▶ _EXERCISE_:
What you return must match the listing below exactly.
- - - - - - -
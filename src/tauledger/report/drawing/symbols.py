"""Symbols after IEC 60617, each a piece of SVG: a resistor is a rectangle, sources are circles with a bar.

A controlled source is drawn as a rhombus, as is common practice; IEC 60617 leaves its outline open.
All coordinates are in px; y grows downwards.
"""

from __future__ import annotations

from tauledger.report.charts.style import escape

ROOM_TO_READ = 13.0


def wire(*points: tuple[float, float]) -> str:
    """Give a wire through the points."""
    path = " ".join(f"{x:g},{y:g}" for x, y in points)
    return f'<polyline class="wire" points="{path}"/>'


def dot(x: float, y: float) -> str:
    """Give the dot of a junction."""
    return f'<circle class="dot" cx="{x:g}" cy="{y:g}" r="3"/>'


def resistor_across(x: float, y: float, length: float) -> str:
    """Give a horizontal resistor that starts at (x, y), with its leads."""
    body, lead = 44.0, (length - 44.0) / 2.0
    return (
        wire((x, y), (x + lead, y))
        + f'<rect class="body" x="{x + lead:g}" y="{y - 8:g}" width="{body:g}" height="16"/>'
        + wire((x + lead + body, y), (x + length, y))
    )


def resistor_down(x: float, top: float, bottom: float) -> str:
    """Give a vertical resistor between two rails."""
    middle = (top + bottom) / 2.0
    return (
        wire((x, top), (x, middle - 22))
        + f'<rect class="body" x="{x - 8:g}" y="{middle - 22:g}" width="16" height="44"/>'
        + wire((x, middle + 22), (x, bottom))
    )


def capacitor_down(x: float, top: float, bottom: float) -> str:
    """Give a vertical capacitor between two rails."""
    middle = (top + bottom) / 2.0
    return (
        wire((x, top), (x, middle - 4))
        + f'<path class="plate" d="M{x - 15:g} {middle - 4:g}H{x + 15:g}M{x - 15:g} {middle + 4:g}H{x + 15:g}"/>'
        + wire((x, middle + 4), (x, bottom))
    )


def voltage_source(x: float, top: float, bottom: float) -> str:
    """Give an ideal voltage source between two rails, plus at the top: a circle with the wire through it."""
    middle = (top + bottom) / 2.0
    return (
        wire((x, top), (x, bottom))
        + f'<circle class="outline" cx="{x:g}" cy="{middle:g}" r="17"/>'
        + text(x - 23, middle - 12, "+", "end")
    )


def controlled_current(x: float, top: float, bottom: float, *, down: bool) -> str:
    """Give a controlled current source between two rails: a rhombus with a bar across; the arrow says which way."""
    middle = (top + bottom) / 2.0
    tip, tail = (middle + 13, middle - 13) if down else (middle - 13, middle + 13)
    head = 6.0 if down else -6.0
    return (
        wire((x, top), (x, middle - 21))
        + f'<polygon class="body" points="{x:g},{middle - 21:g} {x + 17:g},{middle:g} {x:g},{middle + 21:g} '
        + f'{x - 17:g},{middle:g}"/>'
        + f'<path class="wire" d="M{x - 17:g} {middle:g}H{x + 17:g}"/>'
        + wire((x - 25, tail), (x - 25, tip))
        + wire((x - 29, tip - head), (x - 25, tip), (x - 21, tip - head))
        + wire((x, middle + 21), (x, bottom))
    )


def ground(x: float, y: float) -> str:
    """Give the sign of the reference node."""
    return wire((x, y), (x, y + 7)) + f'<path class="plate" d="M{x - 11:g} {y + 7:g}H{x + 11:g}"/>'


def text(x: float, y: float, words: str, anchor: str = "start", *, kind: str = "") -> str:
    """Give a line of text; y is its middle. kind: "", "strong" or "quiet"."""
    style = f' class="{kind}"' if kind else ""
    return f'<text x="{x:g}" y="{y + 4:g}" text-anchor="{anchor}"{style}>{escape(words)}</text>'


def lines(x: float, y: float, words: tuple[str, ...]) -> str:
    """Give lines of text below each other, the first in strong letters, centred about y."""
    start = y - ROOM_TO_READ * (len(words) - 1) / 2.0
    return "".join(text(x, start + ROOM_TO_READ * k, line, kind="" if k else "strong") for k, line in enumerate(words))
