"""Miller's factor beyond mid-band: 1 − K(jω), complex, where the gain has begun to fall and to turn."""

from __future__ import annotations

from collections.abc import Mapping, Sequence

import numpy as np
from numpy.typing import NDArray

from tauledger.circuit import GROUND
from tauledger.errors import NetworkError
from tauledger.hand.estimate import SignalNode
from tauledger.hand.halves import images
from tauledger.network.bands import Bands
from tauledger.network.solve import Complex, admittance, on_axis


def edge_factors(bands: Bands, nodes: Sequence[SignalNode], hz: float) -> Mapping[tuple[str, str], complex]:
    """Give 1 − K at one frequency in Hz, as `factors_over` does.

    Raises NetworkError where the upper network has no unique solution at `hz`.
    """
    found = factors_over(bands, nodes, np.array([hz]))
    return {place: complex(factor[0]) for place, factor in found.items()}


def factors_over(
    bands: Bands, nodes: Sequence[SignalNode], frequency_hz: NDArray[np.float64]
) -> Mapping[tuple[str, str], Complex]:
    """Give 1 − K (k,) at every frequency (k,) in Hz by (node of the upper network, part).

    K = Z_ji/Z_ii driven from that node alone. In a half circuit the image is driven the other way. Capacitances to AC
    ground have no entry, nor those at a node that is held, nor those that an inductor parts from the node.
    Raises NetworkError where the upper network has no unique solution at one of them.
    """
    network, opposite = bands.upper, images(nodes)
    try:
        z = np.linalg.inv(admittance(network, on_axis(frequency_hz)))
    except np.linalg.LinAlgError as error:
        where = (
            f"{frequency_hz[0]:g} Hz" if len(frequency_hz) == 1 else f"{frequency_hz[0]:g} to {frequency_hz[-1]:g} Hz"
        )
        raise NetworkError(f"the upper network has no unique solution at {where}") from error
    found: dict[tuple[str, str], Complex] = {}
    for line in (line for node in nodes for line in node.lines):
        i = network.index(line.at)
        column = z[:, :, i]
        if line.at in opposite:
            column = column - z[:, :, network.index(opposite[line.at])]
        own = column[:, i]
        for term in line.capacitances:
            ends = {bands.merged[end] for end in bands.network.part(term.part).nodes}
            far = ends - {line.at, GROUND}
            if line.at in ends and len(far) == 1 and np.all(own):
                found[line.at, term.part] = np.asarray(1.0 - column[:, network.index(far.pop())] / own)
    return found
- - - - - - -
▶ _ANSWER SPACE_:
filename src/tauledger/report/drawing/symbols.py
"""Symbols after IEC 60617, each a piece of SVG: a resistor is a rectangle, sources are circles with a bar.

A controlled source is drawn as a rhombus, as is common practice; IEC 60617 leaves its outline open.
All coordinates are in px; y grows downwards.
"""

from __future__ import annotations

from tauledger.report.charts.style import escape

ROOM_TO_READ = 13.0


def wire(*points: tuple[float, float]) -> str:
    """Give a wire through the points."""
    path = " ".join(f"{x:g},{y:g}" for x, y in points)
    return f'<polyline class="wire" points="{path}"/>'


def dot(x: float, y: float) -> str:
    """Give the dot of a junction."""
    return f'<circle class="dot" cx="{x:g}" cy="{y:g}" r="3"/>'


def resistor_across(x: float, y: float, length: float) -> str:
    """Give a horizontal resistor that starts at (x, y), with its leads."""
    body, lead = 44.0, (length - 44.0) / 2.0
    return (
        wire((x, y), (x + lead, y))
        + f'<rect class="body" x="{x + lead:g}" y="{y - 8:g}" width="{body:g}" height="16"/>'
        + wire((x + lead + body, y), (x + length, y))
    )


def resistor_down(x: float, top: float, bottom: float) -> str:
    """Give a vertical resistor between two rails."""
    middle = (top + bottom) / 2.0
    return (
        wire((x, top), (x, middle - 22))
        + f'<rect class="body" x="{x - 8:g}" y="{middle - 22:g}" width="16" height="44"/>'
        + wire((x, middle + 22), (x, bottom))
    )


def capacitor_down(x: float, top: float, bottom: float) -> str:
    """Give a vertical capacitor between two rails."""
    middle = (top + bottom) / 2.0
    return (
        wire((x, top), (x, middle - 4))
        + f'<path class="plate" d="M{x - 15:g} {middle - 4:g}H{x + 15:g}M{x - 15:g} {middle + 4:g}H{x + 15:g}"/>'
        + wire((x, middle + 4), (x, bottom))
    )


def voltage_source(x: float, top: float, bottom: float) -> str:
    """Give an ideal voltage source between two rails, plus at the top: a circle with the wire through it."""
    middle = (top + bottom) / 2.0
    return (
        wire((x, top), (x, bottom))
        + f'<circle class="outline" cx="{x:g}" cy="{middle:g}" r="17"/>'
        + text(x - 23, middle - 12, "+", "end")
    )


def controlled_current(x: float, top: float, bottom: float, *, down: bool) -> str:
    """Give a controlled current source between two rails: a rhombus with a bar across; the arrow says which way."""
    middle = (top + bottom) / 2.0
    tip, tail = (middle + 13, middle - 13) if down else (middle - 13, middle + 13)
    head = 6.0 if down else -6.0
    return (
        wire((x, top), (x, middle - 21))
        + f'<polygon class="body" points="{x:g},{middle - 21:g} {x + 17:g},{middle:g} {x:g},{middle + 21:g} '
        + f'{x - 17:g},{middle:g}"/>'
        + f'<path class="wire" d="M{x - 17:g} {middle:g}H{x + 17:g}"/>'
        + wire((x - 25, tail), (x - 25, tip))
        + wire((x - 29, tip - head), (x - 25, tip), (x - 21, tip - head))
        + wire((x, middle + 21), (x, bottom))
    )


def ground(x: float, y: float) -> str:
    """Give the sign of the reference node."""
    return wire((x, y), (x, y + 7)) + f'<path class="plate" d="M{x - 11:g} {y + 7:g}H{x + 11:g}"/>'


def text(x: float, y: float, words: str, anchor: str = "start", *, kind: str = "") -> str:
    """Give a line of text; y is its middle. kind: "", "strong" or "quiet"."""
    style = f' class="{kind}"' if kind else ""
    return f'<text x="{x:g}" y="{y + 4:g}" text-anchor="{anchor}"{style}>{escape(words)}</text>'


def lines(x: float, y: float, words: tuple[str, ...]) -> str:
    """Give lines of text below each other, the first in strong letters, centred about y."""
    start = y - ROOM_TO_READ * (len(words) - 1) / 2.0
    return "".join(text(x, start + ROOM_TO_READ * k, line, kind="" if k else "strong") for k, line in enumerate(words))
"""Miller's factor beyond mid-band: 1 − K(jω), complex, where the gain has begun to fall and to turn."""

from __future__ import annotations

from collections.abc import Mapping, Sequence

import numpy as np
from numpy.typing import NDArray

from tauledger.circuit import GROUND
from tauledger.errors import NetworkError
from tauledger.hand.estimate import SignalNode
from tauledger.hand.halves import images
from tauledger.network.bands import Bands
from tauledger.network.solve import Complex, admittance, on_axis


def edge_factors(bands: Bands, nodes: Sequence[SignalNode], hz: float) -> Mapping[tuple[str, str], complex]:
    """Give 1 − K at one frequency in Hz, as `factors_over` does.

    Raises NetworkError where the upper network has no unique solution at `hz`.
    """
    found = factors_over(bands, nodes, np.array([hz]))
    return {place: complex(factor[0]) for place, factor in found.items()}


def factors_over(
    bands: Bands, nodes: Sequence[SignalNode], frequency_hz: NDArray[np.float64]
) -> Mapping[tuple[str, str], Complex]:
    """Give 1 − K (k,) at every frequency (k,) in Hz by (node of the upper network, part).

    K = Z_ji/Z_ii driven from that node alone. In a half circuit the image is driven the other way. Capacitances to AC
    ground have no entry, nor those at a node that is held, nor those that an inductor parts from the node.
    Raises NetworkError where the upper network has no unique solution at one of them.
    """
    network, opposite = bands.upper, images(nodes)
    try:
        z = np.linalg.inv(admittance(network, on_axis(frequency_hz)))
    except np.linalg.LinAlgError as error:
        where = (
            f"{frequency_hz[0]:g} Hz" if len(frequency_hz) == 1 else f"{frequency_hz[0]:g} to {frequency_hz[-1]:g} Hz"
        )
        raise NetworkError(f"the upper network has no unique solution at {where}") from error
    found: dict[tuple[str, str], Complex] = {}
    for line in (line for node in nodes for line in node.lines):
        i = network.index(line.at)
        column = z[:, :, i]
        if line.at in opposite:
            column = column - z[:, :, network.index(opposite[line.at])]
        own = column[:, i]
        for term in line.capacitances:
            ends = {bands.merged[end] for end in bands.network.part(term.part).nodes}
            far = ends - {line.at, GROUND}
            if line.at in ends and len(far) == 1 and np.all(own):
                found[line.at, term.part] = np.asarray(1.0 - column[:, network.index(far.pop())] / own)
    return found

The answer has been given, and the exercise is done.